Unlike the standard M/M/1 queue, the M/M/1/K queue has a valid steady state even when ρ1\rho \geq 1, because the finite buffer prevents unbounded growth.

Blocking probability and throughput

Blocking probability is the probability that an arriving customer finds the system full:

PK=(1ρ)ρK1ρK+1P_K = \frac{(1 - \rho)\rho^K}{1 - \rho^{K+1}}

Effective arrival rate (throughput) accounts for blocked customers:

λeff=λ(1PK)\lambda_{\text{eff}} = \lambda(1 - P_K)

Only customers who actually enter the system count toward throughput.

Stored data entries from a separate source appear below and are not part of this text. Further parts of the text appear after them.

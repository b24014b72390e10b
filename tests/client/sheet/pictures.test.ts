import { mount } from '@vue/test-utils';
import { describe, expect, test } from 'vitest';
import { faceNames } from '../../../shared/schemas/assembly.js';
import { estimateAssembly } from '../../../server/engine/answers/estimate.js';
import { completeDraft } from '../../../src/composables/complete-draft.js';
import { figuresBelow, percentBelow } from '../../../src/composables/numbers.js';
import { cutaway } from '../../../src/components/pictures/cutaway.js';
import CutawayPicture from '../../../src/components/pictures/CutawayPicture.vue';
import { netLayout } from '../../../src/components/pictures/net-layout.js';
import { staircase } from '../../../src/components/pictures/staircase.js';
import StaircasePicture from '../../../src/components/pictures/StaircasePicture.vue';
import { temperatureColour } from '../../../src/components/pictures/temperature-scale.js';
import { marginShares } from '../../../src/components/sheet/margin-bar.js';
import { nodeWorking } from '../../../src/components/sheet/node-working.js';
import { verdictFacts, worstScenario } from '../../../src/components/sheet/verdict-facts.js';
import { lamp, lampInput, rules } from '../../engine/fixtures.js';

const estimate = estimateAssembly(lamp(), rules);
const path = estimate.paths[0];
if (!path) throw new Error('the lamp has parts');

describe('the working of a temperature', () => {
  test('balances: what comes in leaves again, at every place that is not given', () => {
    for (const { id } of estimate.nodes) {
      const working = nodeWorking(estimate, id);
      if (!working) throw new Error(id);
      if (working.fixed) continue;
      // Flows below the least that is shown are left out of the rows: 0.05 mW each.
      expect(Math.abs(working.inW - working.outW)).toBeLessThan(2e-3);
    }
  });

  test('of a hottest spot is the balance of what it is read from', () => {
    const spot = nodeWorking(estimate, 'face.top.hotSpot');
    expect(spot?.balanceOf).toBe(estimate.nodes.find(({ id }) => id === 'face.top.outer')?.label);
    expect(spot?.rows.length).toBeGreaterThan(1);
    expect(nodeWorking(estimate, 'carrier.plate.peak.left')?.balanceOf).toBe('Plate, mean');
  });

  test('names the law and its inputs for each way of the heat', () => {
    const working = nodeWorking(estimate, 'face.top.outer');
    const laws = working?.rows.map(({ law }) => law) ?? [];
    expect(laws).toContain('Convection of its bare side, plate facing up, cell by cell');
    expect(laws).toContain('Radiation of its bare side, cell by cell');
    expect(laws).toContain('Conduction through the wall');
    const front = nodeWorking(estimate, 'face.front.outer')?.rows.map(({ law }) => law) ?? [];
    expect(front).toEqual(expect.arrayContaining(['Natural convection, upright plate', 'Radiation', 'Conduction']));
    expect(nodeWorking(estimate, 'no.such.place')).toBeNull();
  });
});

describe('the verdict strip', () => {
  test('speaks of the must-hold scenario with least headroom', () => {
    expect(worstScenario(estimate.scenarios)?.scenario).toBe('hot');
    const optional = estimate.scenarios.map((entry) => ({ ...entry, mustHold: entry.scenario === 'room' }));
    expect(worstScenario(optional)?.scenario).toBe('room');
  });

  test('never rounds a ceiling up or a headroom up', () => {
    expect(figuresBelow(0.38999)).toBe('0.389');
    expect(figuresBelow(0.128)).toBe('0.128');
    expect(figuresBelow(12.39)).toBe('12.3');
    expect(percentBelow(0.0699)).toBe('+6\u00a0%');
    expect(percentBelow(-0.001)).toBe('−1\u00a0%');
  });

  test('says how far the drive is over the guarded ceiling', () => {
    const facts = verdictFacts(estimate);
    expect(facts?.state).toBe('exceeds');
    expect(facts?.overGuarded).toBe(true);
    expect(facts?.headroom.startsWith('−')).toBe(true);
    expect(facts?.binds).toBe('Top face softens');
  });

  test('a bar is full at the limit and half way half full', () => {
    const limit = estimate.limits.find(({ kind }) => kind === 'temperature');
    if (!limit) throw new Error('no temperature limit');
    const at = (value: number) => marginShares({ ...limit, limit: 100, value, askedMargin: 10 }, 20);
    expect(at(100).used).toBeCloseTo(1, 12);
    expect(at(60).used).toBeCloseTo(0.5, 12);
    expect(at(60).asked).toBeCloseTo(10 / 80, 12);
  });
});

describe('the pictures', () => {
  test.each([200, 340, 560, 1000])('the net of faces fits into %i px, and no two faces overlap', (width) => {
    for (const outerM of [
      [0.16, 0.09, 0.045],
      [0.5, 0.02, 0.02],
      [0.02, 0.02, 0.5],
      ['?', null, 0.1] as unknown as number[],
    ]) {
      const layout = netLayout(outerM, width);
      expect(layout.width).toBeLessThanOrEqual(Math.max(width, 142));
      const rects = faceNames.map((face) => layout.faces[face]);
      rects.forEach((a, i) => {
        for (const b of rects.slice(i + 1)) {
          const apart = a.x + a.w <= b.x || b.x + b.w <= a.x || a.y + a.h <= b.y || b.y + b.h <= a.y;
          expect(apart).toBe(true);
        }
      });
    }
  });

  test('the staircase goes down from step to step, inside its frame', () => {
    for (const width of [320, 520]) {
      const drawing = staircase(path, width, 300);
      drawing.steps.forEach((step, i) => {
        const next = drawing.steps[i + 1];
        if (next) expect(next.y).toBeGreaterThanOrEqual(step.y - 1e-9);
        expect(step.y).toBeGreaterThan(0);
        expect(step.y).toBeLessThanOrEqual(drawing.floor + 1e-9);
        if (step.limitY !== null) expect(step.limitY).toBeLessThanOrEqual(drawing.floor);
      });
    }
  });

  test('every step and every drawn block is a button with a name', async () => {
    const stairs = mount(StaircasePicture, { props: { path, partName: 'Left' } });
    const steps = stairs.findAll('[role=button]');
    expect(steps.length).toBe(path.steps.length);
    await steps[0]?.trigger('keydown', { key: 'Enter' });
    expect(stairs.emitted('working')).toEqual([[path.steps[0]?.node]]);
    const section = mount(CutawayPicture, { props: { estimate, document: lampInput } });
    for (const block of section.findAll('[role=button]')) expect(block.attributes('aria-label')).toMatch(/degrees/);
  });

  test('the cutaway draws each part inside the walls, with heat leaving upwards', () => {
    const drawing = cutaway(lampInput, estimate, 520);
    expect(drawing.parts.length).toBe(2);
    for (const part of drawing.parts) {
      expect(part.x).toBeGreaterThan(drawing.outer.x);
      expect(part.x + part.w).toBeLessThan(drawing.outer.x + drawing.outer.w);
      expect(part.y).toBeGreaterThan(drawing.outer.y);
    }
    expect(drawing.arrows.find(({ face }) => face === 'top')?.direction).toBe('up');
  });

  test('the temperature scale runs from slate-blue to straw', () => {
    const range = { low: 20, high: 80 };
    expect(temperatureColour(20, range)).toBe('rgb(43 58 85)');
    expect(temperatureColour(80, range)).toBe('rgb(246 217 139)');
    expect(temperatureColour(1000, range)).toBe('rgb(246 217 139)');
  });
});

describe('an unfinished draft', () => {
  test.each([{}, { name: 5 }, { housing: 7, parts: 'x' }, { housing: { faces: { top: 3 } }, carriers: [null] }])(
    'gets the frame of a sheet, whatever it holds: %j',
    (draft) => {
      const document = completeDraft(draft);
      expect(Object.keys(document.housing?.faces ?? {})).toHaveLength(6);
      expect(Array.isArray(document.parts)).toBe(true);
      expect(document.housing?.outerM).toHaveLength(3);
    },
  );

  test('an open assembly stays without a housing, its carriers without a wall', () => {
    const document = completeDraft({ housing: null, carriers: [{ id: 'plate', kind: 'plate' }] });
    expect(document.housing).toBeNull();
    expect(document.carriers?.[0]?.on).toBeNull();
  });

  test('a finished one is left as it is', () => {
    expect(completeDraft(lamp())).toMatchObject(JSON.parse(JSON.stringify(lamp())) as object);
  });
});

When using Little's law for finite-capacity systems, you must use λeff\lambda_{\text{eff}} rather than λ\lambda:

L=λeffWL = \lambda_{\text{eff}} \cdot W

This distinction between the offered arrival rate λ\lambda and the effective rate λeff\lambda_{\text{eff}} is critical for getting correct performance measures in any system with blocking.